**Task to carry out**
Check every line in the listing below for "isZod". Copy the ones where it occurs.
──────── Provided information
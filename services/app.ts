import { randomUUID } from 'node:crypto';
import swagger from '@fastify/swagger';
import Fastify, { type FastifyInstance, type FastifyServerOptions } from 'fastify';
import {
  jsonSchemaTransform,
  jsonSchemaTransformObject,
  serializerCompiler,
  validatorCompiler,
} from 'fastify-type-provider-zod';
import mercurius from 'mercurius';
import { type Config, DEFAULT_CONFIG } from './config.js';
import { PROBLEM_DESCRIPTIONS, problemType, sendProblem, toProblem } from './errors.js';
import { resolvers } from './graphql/resolvers.js';
import { typeDefs } from './graphql/schema.js';
import { openapiInfo } from './openapi-info.js';
import { PAGE } from './page/index.js';
import { checkRoutes } from './rest/checks.js';
import { fitRoutes } from './rest/fits.js';
import { peakRoutes } from './rest/peaks.js';
import { reportRoutes } from './rest/reports.js';
import { speciesRoutes } from './rest/species.js';
import { CSV_TYPES, JCAMP_TYPES, textBodyToJson } from './text-bodies.js';

/** Deepest JSON nesting accepted; the contract's bodies need 4 levels. */
export const MAX_JSON_DEPTH = 32;

export interface AppOptions {
  readonly config?: Config;
  readonly logger?: FastifyServerOptions['logger'];
}

export interface AppState {
  /** False once shutdown has begun: /readyz then answers 503 so that load balancers stop sending work. */
  ready: boolean;
}

declare module 'fastify' {
  interface FastifyInstance {
    appState: AppState;
  }
}

function jsonDepth(value: unknown): number {
  let max = 0;
  const stack: [unknown, number][] = [[value, 1]];
  while (stack.length > 0) {
    const [v, d] = stack.pop() as [unknown, number];
    if (v === null || typeof v !== 'object') continue;
    if (d > max) max = d;
    if (max > MAX_JSON_DEPTH) return max;
    for (const x of Array.isArray(v) ? v : Object.values(v as object)) stack.push([x, d + 1]);
  }
  return max;
}

/**
 * The application as a plugin-style factory: tests build it and call `inject` without a port; server.ts listens.
 * @see https://fastify.dev/docs/latest/Reference/Server/
 */
export async function buildApp(options: AppOptions = {}): Promise<FastifyInstance> {
  const config = options.config ?? DEFAULT_CONFIG;
  const app = Fastify({
    logger: options.logger ?? false,
    bodyLimit: config.bodyLimit,
    onProtoPoisoning: 'error',
    onConstructorPoisoning: 'error',
    requestIdHeader: 'x-request-id',
    genReqId: () => randomUUID(),
    ajv: { customOptions: { strict: false } },
  });
  app.decorate('appState', { ready: true });

  // JSON with a nesting limit: fastify's secure parser (prototype poisoning refused), then an iterative depth check.
  const defaultJson = app.getDefaultJsonParser('error', 'error');
  app.addContentTypeParser('application/json', { parseAs: 'string' }, (req, body, done) => {
    defaultJson(req, body as string, (err: Error | null, parsed?: unknown) => {
      if (err) return done(err, undefined);
      if (jsonDepth(parsed) > MAX_JSON_DEPTH) {
        const e = Object.assign(new Error(`JSON nested deeper than ${MAX_JSON_DEPTH} levels`), { statusCode: 400 });
        return done(e, undefined);
      }
      done(null, parsed);
    });
  });

  // JCAMP-DX and CSV bodies become the JSON body of the same endpoint (query string: species, temperature).
  app.addContentTypeParser([...JCAMP_TYPES, ...CSV_TYPES], { parseAs: 'string' }, (req, body, done) => {
    try {
      done(
        null,
        textBodyToJson(String(req.headers['content-type'] ?? ''), body as string, req.query as Record<string, unknown>),
      );
    } catch (e) {
      done(e as Error, undefined);
    }
  });

  app.addHook('onSend', async (request, reply) => {
    reply.header('x-request-id', request.id);
  });

  app.setErrorHandler((error, request, reply) => {
    const p = toProblem(error, request);
    if (p.status >= 500) request.log.error({ err: error }, 'request failed');
    else request.log.info({ code: p.code, status: p.status }, 'request refused');
    return sendProblem(reply, p);
  });
  app.setNotFoundHandler((request, reply) =>
    sendProblem(reply, {
      type: problemType('NOT_FOUND'),
      title: 'Not found',
      status: 404,
      detail: `no route ${request.method} ${request.url.split('?')[0]}`,
      instance: request.url,
      code: 'NOT_FOUND',
    }),
  );

  await app.register(swagger, {
    openapi: openapiInfo,
    // Only zod-described routes belong in the document (STACK.md G4: the transform throws on others).
    transform: (d) => {
      const s = d.schema as Record<string, unknown> | undefined;
      const zodDescribed = s?.body !== undefined || s?.params !== undefined || s?.response !== undefined;
      const isZod = (x: unknown) => typeof x === 'object' && x !== null && '_zod' in x;
      if (
        !s ||
        s.hide ||
        !zodDescribed ||
        ![s.body, s.params, s.querystring].every((x) => x === undefined || isZod(x))
      ) {
        return { schema: { hide: true }, url: d.url };
      }
      return jsonSchemaTransform(d);
    },
    transformObject: jsonSchemaTransformObject,
  });

  app.get('/', { schema: { hide: true } }, async (_req, reply) => reply.type('text/html; charset=utf-8').send(PAGE));
  app.get('/healthz', { schema: { hide: true } }, async () => ({ status: 'ok' }));
  app.get('/readyz', { schema: { hide: true } }, async (_req, reply) => {
    if (!app.appState.ready) return reply.status(503).send({ status: 'shutting down' });
    return { status: 'ready' };
  });
  app.get('/openapi.json', { schema: { hide: true } }, async () => app.swagger());
  app.get<{ Params: { slug: string } }>('/problems/:slug', { schema: { hide: true } }, async (req, reply) => {
    const text = PROBLEM_DESCRIPTIONS[req.params.slug];
    if (!text) return reply.callNotFound();
    return reply.type('text/plain; charset=utf-8').send(`${req.params.slug}: ${text}\n`);
  });

  // The zod-validated REST routes live in their own encapsulated scope (STACK.md G3).
  await app.register(
    async (scope) => {
      scope.setValidatorCompiler(validatorCompiler);
      scope.setSerializerCompiler(serializerCompiler);
      await scope.register(fitRoutes(config));
      await scope.register(checkRoutes(config));
      await scope.register(peakRoutes);
      await scope.register(reportRoutes(config));
      await scope.register(speciesRoutes);
    },
    { prefix: '/v1' },
  );

  await app.register(mercurius, {
    schema: typeDefs,
    resolvers: resolvers(config) as never,
    graphiql: false,
    queryDepth: 12,
  });

  return app;
}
────────────────
**Reply to the task**
      const isZod = (x: unknown) => typeof x === 'object' && x !== null && '_zod' in x;
        ![s.body, s.params, s.querystring].every((x) => x === undefined || isZod(x))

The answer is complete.